Besides stockpiling and managing medical equipment including PPE, ventilators and oxygen, increasing ICU capacity also required redeploying 150 staff trained in critical care. The hospital developed a recall list for former ICU nurses, as well as medical-surgical nurses that could care for critically ill patients on teams with veteran ICU nurses.

Education and support was provided from . In-person, socially-distanced workshops were developed for each group, after which nurses were assigned to shadow an ICU nurse to reduce anxiety, practice new skills and gain confidence.
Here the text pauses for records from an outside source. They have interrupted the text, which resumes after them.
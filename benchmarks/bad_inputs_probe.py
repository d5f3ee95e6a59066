"""Count bad inputs that end silently (exit 0, no warning), crash, warn or are refused.

Run by hand: ``PYTHONPATH=<checkout>/plugin python benchmarks/bad_inputs_probe.py``.
Each entry is one distinct bad input of issue #13 (plausibility, study schema).
Invented models (tests/faultkit.py portal: N and m).
"""

from __future__ import annotations

import contextlib
import os
import io
import sys
import tempfile
from pathlib import Path

import meshio
import numpy as np

sys.path.insert(0, str(Path(__file__).resolve().parents[1] / "tests"))
from faultkit import A, IY, IZ, J, mesh_from, portal, portal_arrays  # noqa: E402

import framebuckle.cli as cli  # noqa: E402


def vtu(t, mesh, name="m.vtu"):
    p = t / name
    meshio.write(p, mesh)
    return p


def study(t, text):
    p = t / "s.toml"
    p.write_text(text)
    return p


def one(name, val, cell=2):
    a = np.full(8, val if np.ndim(val) == 0 else 0.0)
    return a


def col(field, value, cell=2, base=None):
    a = np.full(8, base, float)
    a[cell] = value
    return {field: a}


CASES = {}


def case(fn):
    CASES[fn.__name__] = fn
    return fn


@case
def J_in_cm4(t):
    return ["solve", vtu(t, portal(J=J * 1e8))]


@case
def Ip_below_Iy_plus_Iz(t):
    return ["solve", vtu(t, portal(Ip=0.5 * (IY + IZ)))]


@case
def Iw_in_mm6(t):
    return ["solve", vtu(t, portal(Iw=1.25e-7 * 1e18))]


for v in (np.nan, 0.5, -1.0, 2.0):
    def _b(t, v=v):
        return ["solve", vtu(t, portal(bar=np.r_[np.zeros(7), v]))]
    _b.__name__ = f"bar_{v}"
    case(_b)


@case
def duplicate_case_names(t):
    p, c, ax, r = portal_arrays()
    m = mesh_from(p, c, ax, r, **{"axial_force.default": ax * 2})
    return ["solve", vtu(t, m)]


@case
def time_labels_alike(t):
    p, c, ax, r = portal_arrays()
    f = t / "ts.xdmf"
    import os
    here = os.getcwd()
    os.chdir(t)
    with meshio.xdmf.TimeSeriesWriter(f.name) as w:
        w.write_points_cells(p, [("line", c)])
        for tt, s in ((1.0000001, 1.0), (1.0000002, 2.0)):
            w.write_data(tt, cell_data={"axial_force": [ax * s], "E": [np.full(8, 2.1e11)],
                                        "G": [np.full(8, 8.1e10)], "A": [np.full(8, A)],
                                        "Iy": [np.full(8, IY)], "Iz": [np.full(8, IZ)], "J": [np.full(8, J)]},
                         point_data={"restraint": r})
    os.chdir(here)
    return ["solve", f]


@case
def column_out_of_plumb(t):
    p, c, ax, r = portal_arrays()
    p[4, 1] += 5e-6
    return ["solve", vtu(t, mesh_from(p, c, ax, r))]


@case
def nothing_free_compressed(t):
    p, c, ax, r = portal_arrays()
    r[:] = 1
    return ["check", vtu(t, mesh_from(p, c, ax, r, bar=np.ones(8)))]


@case
def storey_RM_zero(t):
    return ["check", vtu(t, portal()), "--study",
            study(t, "[[storeys]]\nP_story=8e5\nH=1e4\nheight=4.0\ndrift=0.01\nR_M=0.0\n")]


@case
def storey_RM_negative(t):
    return ["check", vtu(t, portal()), "--study",
            study(t, "[[storeys]]\nP_story=8e5\nH=1e4\nheight=4.0\ndrift=0.01\nR_M=-0.5\n")]


@case
def storey_Pmf_above_P(t):
    return ["check", vtu(t, portal()), "--study",
            study(t, "[[storeys]]\nP_story=8e5\nP_mf=2e7\nH=1e4\nheight=4.0\ndrift=0.01\n")]


@case
def storey_case_misspelt(t):
    return ["check", vtu(t, portal()), "--study",
            study(t, "[[storeys]]\ncase='defualt'\nP_story=8e5\nP_e_story=9e5\n")]


@case
def imperfection_fy_MPa(t):
    return ["check", vtu(t, portal()), "--study",
            study(t, "[imperfection]\nW=6.28e-4\nfy=355.0\n")]


@case
def imperfection_amplitude_mm(t):
    return ["check", vtu(t, portal()), "--study", study(t, "[imperfection]\namplitude=20.0\n")]


@case
def duplicate_cells(t):
    p, c, ax, r = portal_arrays()
    return ["solve", vtu(t, mesh_from(p, np.vstack([c, c[:1]]), np.r_[ax, ax[0]], r))]


@case
def overlapping_cells(t):
    p, c, ax, r = portal_arrays()
    p = np.vstack([p, [[0, 0, 2.0]]])
    r = np.vstack([r, np.zeros(6)])
    c = np.vstack([c, [[0, 8]]])
    return ["solve", vtu(t, mesh_from(p, c, np.r_[ax, -1e5], r))]


@case
def line3_middle_second(t):
    p, c, ax, r = portal_arrays()
    p = np.vstack([p, [[0, 0, 2.0]]])
    r = np.vstack([r, np.zeros(6)])
    m = meshio.Mesh(p, [("line", c[1:]), ("line3", np.array([[0, 8, 4]]))], point_data={"restraint": r},
                    cell_data={k: [np.full(7, v), np.full(1, v)] for k, v in
                               {"E": 2.1e11, "G": 8.1e10, "A": A, "Iy": IY, "Iz": IZ, "J": J}.items()}
                    | {"axial_force": [ax[1:], ax[:1]]})
    return ["solve", vtu(t, m)]


@case
def section_key_not_integer(t):
    m = vtu(t, portal(Iy=None, Iz=None, A=None, J=None, section_id=np.r_[np.full(4, 1.4), np.full(4, 2)]))
    s = study(t, "[sections]\nkey='section_id'\n[sections.values.1]\nA=5e-3\nIy=8e-5\nIz=6e-6\nJ=2e-7\n"
                 "[sections.values.2]\nA=5e-3\nIy=8e-5\nIz=6e-6\nJ=2e-7\n")
    return ["solve", m, "--study", s]


@case
def support_point_float(t):
    p, c, ax, r = portal_arrays()
    return ["solve", vtu(t, mesh_from(p, c, ax, np.zeros((8, 6)))), "--study",
            study(t, "[[supports]]\npoints=[0.7, 1, 2, 3]\nfix='fixed'\n")]


for key, text in {
    "supports_points_str": "[[supports]]\npoints=['a']\nfix='fixed'\n",
    "supports_points_huge": "[[supports]]\npoints=[0, 1, 2, 3, 100000000000000000000]\nfix='fixed'\n",
    "supports_points_nested": "[[supports]]\npoints=[[0, 1], [2, 3]]\nfix='fixed'\n",
    "supports_fix_str_items": "[[supports]]\npoints=[0, 1, 2, 3]\nfix=['a','b','c','d','e','f']\n",
    "supports_box_str": "[[supports]]\nbox={min=['a',0,0], max=[1,1,1]}\nfix='fixed'\n",
    "releases_cells_str": "[[releases]]\ncells=['x']\nstart='pinned'\n",
    "releases_cells_huge": "[[releases]]\ncells=[100000000000000000000]\nstart='pinned'\n",
    "releases_start_nested": "[[releases]]\ncells=[4]\nstart=[[1],[0],[0],[0],[0],[0]]\n",
    "warping_points_str": "[analysis]\nwarping='dof'\n[warping]\npoints=['a']\n",
    "analysis_cases_int": "[analysis]\ncases=[1]\n",
    "checks_codes_int": "[checks]\ncodes=[1]\n",
}.items():
    def _s(t, text=text, cmd="check" if "checks" in key else "solve"):
        m = portal(Iw=np.full(8, 1.25e-7)) if "warping" in key else portal()
        return [cmd, vtu(t, m), "--study", study(t, text)]
    _s.__name__ = key
    case(_s)


@case
def forces_1e300(t):
    p, c, ax, r = portal_arrays()
    return ["solve", vtu(t, mesh_from(p, c, ax * 1e295, r))]


@case
def coordinates_1e_110(t):
    p, c, ax, r = portal_arrays()
    return ["solve", vtu(t, mesh_from(p * 1e-110, c, ax, r))]


@case
def subdivide_absurd(t):
    if os.environ.get("PROBE_SKIP_MEMORY"):      # before the fix this exhausts the memory
        raise MemoryError("skipped: exhausts the memory")
    return ["solve", vtu(t, portal()), "--study", study(t, "[analysis]\nsubdivide=100000000\n")]


@case
def polyline_cells(t):
    p = t / "poly.vtu"
    p.write_text('<?xml version="1.0"?>\n<VTKFile type="UnstructuredGrid" version="0.1" byte_order="LittleEndian">'
                 '<UnstructuredGrid><Piece NumberOfPoints="3" NumberOfCells="1"><Points>'
                 '<DataArray type="Float64" NumberOfComponents="3" format="ascii">0 0 0 1 0 0 2 0 0</DataArray>'
                 '</Points><Cells><DataArray type="Int64" Name="connectivity" format="ascii">0 1 2</DataArray>'
                 '<DataArray type="Int64" Name="offsets" format="ascii">3</DataArray>'
                 '<DataArray type="UInt8" Name="types" format="ascii">4</DataArray></Cells>'
                 '</Piece></UnstructuredGrid></VTKFile>')
    return ["solve", p]


@case
def E_outlier_cells_mm(t):
    e = np.full(8, 2.1e11)
    e[5] = 2.1e5
    return ["solve", vtu(t, portal(E=e))]


@case
def A_outlier_cell(t):
    a = np.full(8, A)
    a[6] = A * 1e6
    return ["solve", vtu(t, portal(A=a))]


@case
def orientation_huge_perpendicular(t):
    ori = np.tile([0.0, 0.0, 1e300], (8, 1))
    ori[:4] = [1e300, 0, 0]
    return ["solve", vtu(t, portal(orientation=ori))]


@case
def unused_point_far_away(t):
    p, c, ax, r = portal_arrays()
    p = np.vstack([p, [[1e9, 0, 0]], [[0, 0, 4 + 1e-1]]])
    r = np.vstack([r, np.zeros((2, 6))])
    c = np.vstack([c, [[4, 9]]])      # a 0.1 m cell: below 1e-9 * 1e9 = 1 m tolerance
    return ["solve", vtu(t, mesh_from(p, c, np.r_[ax, -1.0], r))]


def _summary(out):
    import json
    return json.loads(next(Path(out).glob("*.summary.json")).read_text())


def _alpha(out):
    return _summary(out)["cases"][0]["load_factors"][0]


def _reference(t, mesh):
    """alpha_cr of a reference model through the same CLI."""
    p = vtu(t, mesh, "ref.vtu")
    with contextlib.redirect_stdout(io.StringIO()), contextlib.redirect_stderr(io.StringIO()):
        cli.main(["solve", str(p), "--out", str(t / "ref_out")])
    return _alpha(t / "ref_out")


def _ok_time_labels(t, out):
    names = [c["name"] for c in _summary(out)["cases"]]
    return len(set(names)) == 2


def _ok_plumb(t, out):
    return abs(_alpha(out) / _reference(t, portal()) - 1) < 1e-4


def _ok_orientation(t, out):
    ori = np.tile([0.0, 0.0, 1.0], (8, 1))
    ori[:4] = [1, 0, 0]
    return abs(_alpha(out) / _reference(t, portal(orientation=ori)) - 1) < 1e-9


#: bad inputs whose right outcome is a correct result (checked against a reference model)
CORRECT_RESULT = {"time_labels_alike": _ok_time_labels, "column_out_of_plumb": _ok_plumb,
                  "orientation_huge_perpendicular": _ok_orientation}


def run(name, fn, base):
    t = base / name
    t.mkdir()
    try:
        args = [str(a) for a in fn(t)]
    except MemoryError as e:
        return "crash", "memory", str(e)
    args = [args[0], args[1], "--out", str(t / "out"), *args[2:]]
    import subprocess
    r = subprocess.run([sys.executable, "-m", "framebuckle", *args], capture_output=True, text=True,
                       timeout=600)
    rc = r.returncode
    if "Traceback" in r.stderr:
        lines = r.stderr.strip().splitlines()
        rc = f"crash {lines[-1][:80]}"
    err = io.StringIO(r.stderr)
    e = err.getvalue()
    if isinstance(rc, str):
        kind = "crash"
    elif rc == 2:
        kind = "refused"
    elif "warning" in e.lower() or rc not in (0, 1):
        kind = "warned"
    else:
        kind = "silent"
    if kind == "silent" and name in CORRECT_RESULT:
        try:
            kind = "correct" if CORRECT_RESULT[name](t, t / "out") else "silent"
        except Exception:  # noqa: BLE001 - a failed comparison counts as silent
            kind = "silent"
    return kind, rc, (e.strip().splitlines() or [""])[-1][:160]


if __name__ == "__main__":
    import warnings
    warnings.simplefilter("ignore")
    counts = {}
    with tempfile.TemporaryDirectory() as d:
        for name, fn in CASES.items():
            kind, rc, msg = run(name, fn, Path(d))
            counts[kind] = counts.get(kind, 0) + 1
            print(f"{kind:8s} {name:32s} rc={rc} {msg}")
    print(f"{len(CASES)} bad inputs:", counts)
“Staff identified the shadow experience as being most beneficial in preparing them for deployment during the COVID surge,” said O’Donoghue. “Historically, BIDMC has had strong collaborative relationships with staff from different areas and these relationships proved to be vital to the success of all the care teams. The social work department played a major role in fostering teams, especially during difficult situations.”

One of the redeployment teams was the ICU proning team. Proning is known to improve oxygenation in patients with acute respiratory distress syndrome is a complex intervention, takes time and is not without its potential dangers to the patient and staff alike. The coalition maximised resources and facilitated more than 160 interventions between March and May of 2020.

“Although the pandemic was an unprecedented occurrence, it has prepared us for potential future crises requiring the collaboration of multidisciplinary teams to ensure optimal outcomes in an overextended environment,” O’Donoghue said. “BIDMC’s staff rose to the challenge, and many positive lessons were learned from this difficult experience.”

“We must continue to be vigilant in our assessment of what worked and what did not work and look for ways to improve health care delivery in all our systems,” said DeSanto-Madeya, who is also an associate professor at the College of Nursing at the University of Rhode Island. “The memories from this past year and a half cannot be forgotten, and we can move forward confidently knowing we provided the best care possible despite all the hardships.”